■ Instructions for the task
Report every line of the records below that includes the string "pageSize".

==================================================

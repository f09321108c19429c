import { Module } from '@nestjs/common';
import { LedgerModule } from '../ledger/ledger.module';
import { ExportsController } from './exports.controller';
import { CsvExportsService } from './csv-exports.service';
import { LotReportService } from './lot-report.service';

@Module({ imports: [LedgerModule], controllers: [ExportsController], providers: [CsvExportsService, LotReportService] })
export class ExportsModule {}
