import { Module } from '@nestjs/common';
import { LedgerModule } from '../ledger/ledger.module';
import { ExportsController } from './exports.controller';
import { CsvExportsService } from './csv-exports.service';
import { LotReportService } from './lot-report.service';
import { NcrReportsService } from './ncr-reports.service';
import { NcrsModule } from '../ncrs/ncrs.module';
import { CorrectiveActionsModule } from '../corrective-actions/corrective-actions.module';

@Module({ imports: [LedgerModule, NcrsModule, CorrectiveActionsModule], controllers: [ExportsController], providers: [CsvExportsService, LotReportService, NcrReportsService] })
export class ExportsModule {}
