import { ConflictException, Injectable, NotFoundException } from '@nestjs/common';
import { eq } from 'drizzle-orm';
import { UsersRepository, type UserRow } from './users.repository';
import { AuditRepository } from '../audit/audit.repository';
import { appUser, supplier } from '../db/schema';
import { hashPassword } from '../auth/passwords';
import type { CreateUserInput, SessionUser, UpdateUserInput, User } from '../../shared/schemas/auth';
import { ValidationFailed } from '../common/zod.pipe';

export function toUser(u: UserRow): User {
  return {
    id: u.id,
    email: u.email,
    name: u.name,
    role: u.role,
    supplierId: u.supplierId ?? null,
    active: u.active,
    lockedUntil: u.lockedUntil && u.lockedUntil.getTime() > Date.now() ? u.lockedUntil.toISOString() : null,
    createdAt: u.createdAt.toISOString(),
  };
}

@Injectable()
export class UsersService {
  constructor(
    private readonly users: UsersRepository,
    private readonly audit: AuditRepository,
  ) {}

  async list(page: number, pageSize: number): Promise<{ items: User[]; total: number }> {
    const r = await this.users.list(page, pageSize);
    return { items: r.items.map(toUser), total: r.total };
  }

  async create(actor: SessionUser, input: CreateUserInput): Promise<User> {
    const passwordHash = await hashPassword(input.password);
    return this.users.db.transaction(async (tx) => {
      if (input.supplierId) {
        const [s] = await tx.select({ id: supplier.id }).from(supplier).where(eq(supplier.id, input.supplierId));
        if (!s) throw new ValidationFailed({ supplierId: 'No such supplier' });
      }
      const [exists] = await tx.select({ id: appUser.id }).from(appUser).where(eq(appUser.email, input.email));
      if (exists) throw new ConflictException({ error: 'conflict', message: 'A user with that e-mail already exists', fields: { email: 'Already in use' } });
      const [row] = await tx
        .insert(appUser)
        .values({ email: input.email, name: input.name, role: input.role, supplierId: input.supplierId ?? null, passwordHash })
        .returning();
      const user = toUser(row);
      await this.audit.record(tx, { actorId: actor.id, actorEmail: actor.email, action: 'user.created', entity: 'app_user', entityId: row.id, after: user });
      return user;
    });
  }

  async update(actor: SessionUser, id: string, input: UpdateUserInput): Promise<User> {
    return this.users.db.transaction(async (tx) => {
      const [before] = await tx.select().from(appUser).where(eq(appUser.id, id)).for('update');
      if (!before) throw new NotFoundException('No such user');
      const role = input.role ?? before.role;
      const supplierId = input.supplierId !== undefined ? input.supplierId : before.supplierId;
      if (role === 'supplier' && !supplierId) throw new ValidationFailed({ supplierId: 'A supplier user needs a supplier' });
      if (role !== 'supplier' && supplierId) throw new ValidationFailed({ supplierId: 'Only supplier users belong to a supplier' });
      if (actor.id === id && (input.active === false || (input.role && input.role !== 'admin'))) {
        throw new ConflictException('You cannot deactivate yourself or remove your own admin role');
      }
      const [row] = await tx
        .update(appUser)
        .set({ role, supplierId, active: input.active ?? before.active, name: input.name ?? before.name, updatedAt: new Date() })
        .where(eq(appUser.id, id))
        .returning();
      await this.audit.record(tx, {
        actorId: actor.id,
        actorEmail: actor.email,
        action: 'user.updated',
        entity: 'app_user',
        entityId: id,
        before: toUser(before),
        after: toUser(row),
      });
      return toUser(row);
    });
  }
}
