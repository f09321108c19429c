import { Inject, Injectable } from '@nestjs/common';
import { sql, type SQL } from 'drizzle-orm';
import type { Response } from 'express';
import { DB, type Db, type Tx } from '../db/client';
import { likeEscape } from '../common/paging';
import { rangeInstant, type ExportAuditQuery, type ExportLotsQuery, type ExportReadingsQuery } from '../../shared/schemas/ledger';
import { cursorRows, exportFileName, sendCsv, type CsvColumn } from './csv-stream';

/** A timestamp as ISO 8601 UTC text, the same in every export whatever the server's zone. */
const ts = (col: string) => sql.raw(`to_char(${col} at time zone 'UTC', 'YYYY-MM-DD"T"HH24:MI:SS.MS"Z"')`);
const and = (parts: (SQL | undefined)[]): SQL => {
  const p = parts.filter((x): x is SQL => !!x);
  return p.length ? sql.join(p, sql` and `) : sql`true`;
};
const rowsOf = <T>(r: unknown): T[] => ((r as { rows?: T[] }).rows ?? (r as T[])) as T[];

type Row = Record<string, unknown>;
/** Columns named as in the query, in order: the CSV header is the query's own vocabulary. */
const cols = (names: string[]): CsvColumn<Row>[] => names.map((n) => ({ header: n, value: (r) => r[n] }));

const LOT_COLUMNS = cols([
  'lot_ref', 'supplier_lot_number', 'po_number', 'supplier_code', 'supplier_name', 'part_number', 'part_revision', 'plan_revision',
  'quantity', 'received_at', 'received_by', 'heat_numbers', 'packaging', 'status', 'sampling_kind', 'inspection_level', 'aql',
  'severity', 'code_letter', 'sample_size', 'accept', 'reject', 'decision', 'nonconforming_cores', 'decided_by', 'decided_at', 'decision_comment',
]);
const READING_COLUMNS = cols([
  'lot_ref', 'supplier_lot_number', 'supplier_code', 'part_number', 'part_revision', 'core_serial', 'characteristic', 'characteristic_name',
  'kind', 'value', 'unit', 'lsl', 'usl', 'raw_readings', 'pass', 'conforming', 'gauge_asset_tag', 'gauge_due_on_at_time', 'entered_by',
  'entered_at', 'source', 'note',
]);
const AUDIT_COLUMNS = cols(['id', 'at', 'actor_email', 'action', 'entity', 'entity_id', 'reason', 'before', 'after', 'prev_hash', 'hash']);

/**
 * CSV exports, streamed from a cursor inside one read-only REPEATABLE READ transaction: the row
 * count and every row come from the same snapshot, so the file is one consistent picture.
 */
@Injectable()
export class CsvExportsService {
  constructor(@Inject(DB) private readonly db: Db) {}

  private async stream(res: Response, what: string, from: SQL, select: SQL, order: SQL, columns: CsvColumn<Row>[]): Promise<void> {
    await this.db.transaction(
      async (tx: Tx) => {
        const [{ n }] = rowsOf<{ n: string }>(await tx.execute(sql`select count(*)::text as n ${from}`));
        await sendCsv(res, exportFileName(what, 'csv'), Number(n), columns, cursorRows<Row>(tx, sql`select ${select} ${from} ${order}`));
      },
      { isolationLevel: 'repeatable read', accessMode: 'read only' },
    );
  }

  lots(res: Response, q: ExportLotsQuery): Promise<void> {
    const where = and([
      q.status ? sql`l.status = ${q.status}` : undefined,
      q.supplierId ? sql`l.supplier_id = ${q.supplierId}` : undefined,
      q.partId ? sql`l.part_id = ${q.partId}` : undefined,
      q.q
        ? sql`(l.supplier_lot_number ilike ${likeEscape(q.q)} or l.po_number ilike ${likeEscape(q.q)} or l.heat_numbers::text ilike ${likeEscape(q.q)} or l.ref::text = ${q.q.replace(/\D/g, '') || '-1'})`
        : undefined,
      q.receivedFrom ? sql`l.received_at >= ${rangeInstant(q.receivedFrom, false).toISOString()}` : undefined,
      q.receivedTo ? sql`l.received_at <= ${rangeInstant(q.receivedTo, true).toISOString()}` : undefined,
    ]);
    const from = sql`from lot l
      join supplier s on s.id = l.supplier_id
      join part p on p.id = l.part_id
      join inspection_plan ip on ip.id = l.plan_id
      left join app_user ru on ru.id = l.received_by
      left join app_user du on du.id = l.decided_by
      where ${where}`;
    const select = sql`l.ref as lot_ref, l.supplier_lot_number, l.po_number, s.code as supplier_code, s.name as supplier_name,
      p.part_number, p.revision as part_revision, ip.revision as plan_revision, l.quantity, ${ts('l.received_at')} as received_at,
      ru.email as received_by, l.heat_numbers, l.packaging_condition as packaging, l.status, l.sampling->>'kind' as sampling_kind,
      l.sampling->>'level' as inspection_level, (l.sampling->>'aql')::float8 as aql, l.sampling->>'severity' as severity,
      l.sampling->>'codeLetter' as code_letter, (l.sampling->>'sampleSize')::int as sample_size, (l.sampling->>'accept')::int as accept,
      (l.sampling->>'reject')::int as reject, l.decision, l.nonconforming_count as nonconforming_cores, du.email as decided_by,
      ${ts('l.decided_at')} as decided_at, l.decision_comment`;
    return this.stream(res, 'lots', from, select, sql`order by l.ref`, LOT_COLUMNS);
  }

  readings(res: Response, q: ExportReadingsQuery): Promise<void> {
    const where = and([
      q.lotId ? sql`r.lot_id = ${q.lotId}` : undefined,
      q.from ? sql`r.entered_at >= ${rangeInstant(q.from, false).toISOString()}` : undefined,
      q.to ? sql`r.entered_at <= ${rangeInstant(q.to, true).toISOString()}` : undefined,
    ]);
    const from = sql`from reading r
      join lot l on l.id = r.lot_id
      join lot_sample ls on ls.id = r.sample_id
      join supplier s on s.id = l.supplier_id
      join part p on p.id = l.part_id
      left join plan_characteristic pc on pc.plan_id = l.plan_id and pc.code = r.characteristic_code
      left join gauge g on g.id = r.gauge_id
      left join app_user u on u.id = r.entered_by
      where ${where}`;
    const select = sql`l.ref as lot_ref, l.supplier_lot_number, s.code as supplier_code, p.part_number, p.revision as part_revision,
      ls.serial as core_serial, r.characteristic_code as characteristic, pc.name as characteristic_name, pc.kind, r.value, pc.unit,
      pc.lsl, pc.usl, r.values as raw_readings, r.pass, r.conforming, g.asset_tag as gauge_asset_tag,
      r.gauge_due_on::text as gauge_due_on_at_time, u.email as entered_by, ${ts('r.entered_at')} as entered_at, r.source, r.note`;
    return this.stream(res, q.lotId ? 'readings-lot' : 'readings', from, select, sql`order by l.ref, ls.serial, pc.seq nulls last, r.characteristic_code`, READING_COLUMNS);
  }

  auditEvents(res: Response, q: ExportAuditQuery): Promise<void> {
    const where = and([
      q.entity ? sql`entity = ${q.entity}` : undefined,
      q.entityId ? sql`entity_id = ${q.entityId}` : undefined,
      q.actor ? sql`actor_email ilike ${likeEscape(q.actor)}` : undefined,
      q.action ? sql`action = ${q.action}` : undefined,
      q.from ? sql`at >= ${new Date(q.from).toISOString()}` : undefined,
      q.to ? sql`at <= ${new Date(q.to).toISOString()}` : undefined,
    ]);
    const select = sql`id::text as id, ${ts('at')} as at, actor_email, action, entity, entity_id, reason, before, after, prev_hash, hash`;
    // Same order as the list: newest first unless sort=at.
    return this.stream(res, 'audit-events', sql`from audit_event where ${where}`, select, q.sort === 'at' ? sql`order by audit_event.id asc` : sql`order by audit_event.id desc`, AUDIT_COLUMNS);
  }
}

==================================================

■ Task response
  async list(page: number, pageSize: number): Promise<{ items: User[]; total: number }> {
    const r = await this.users.list(page, pageSize);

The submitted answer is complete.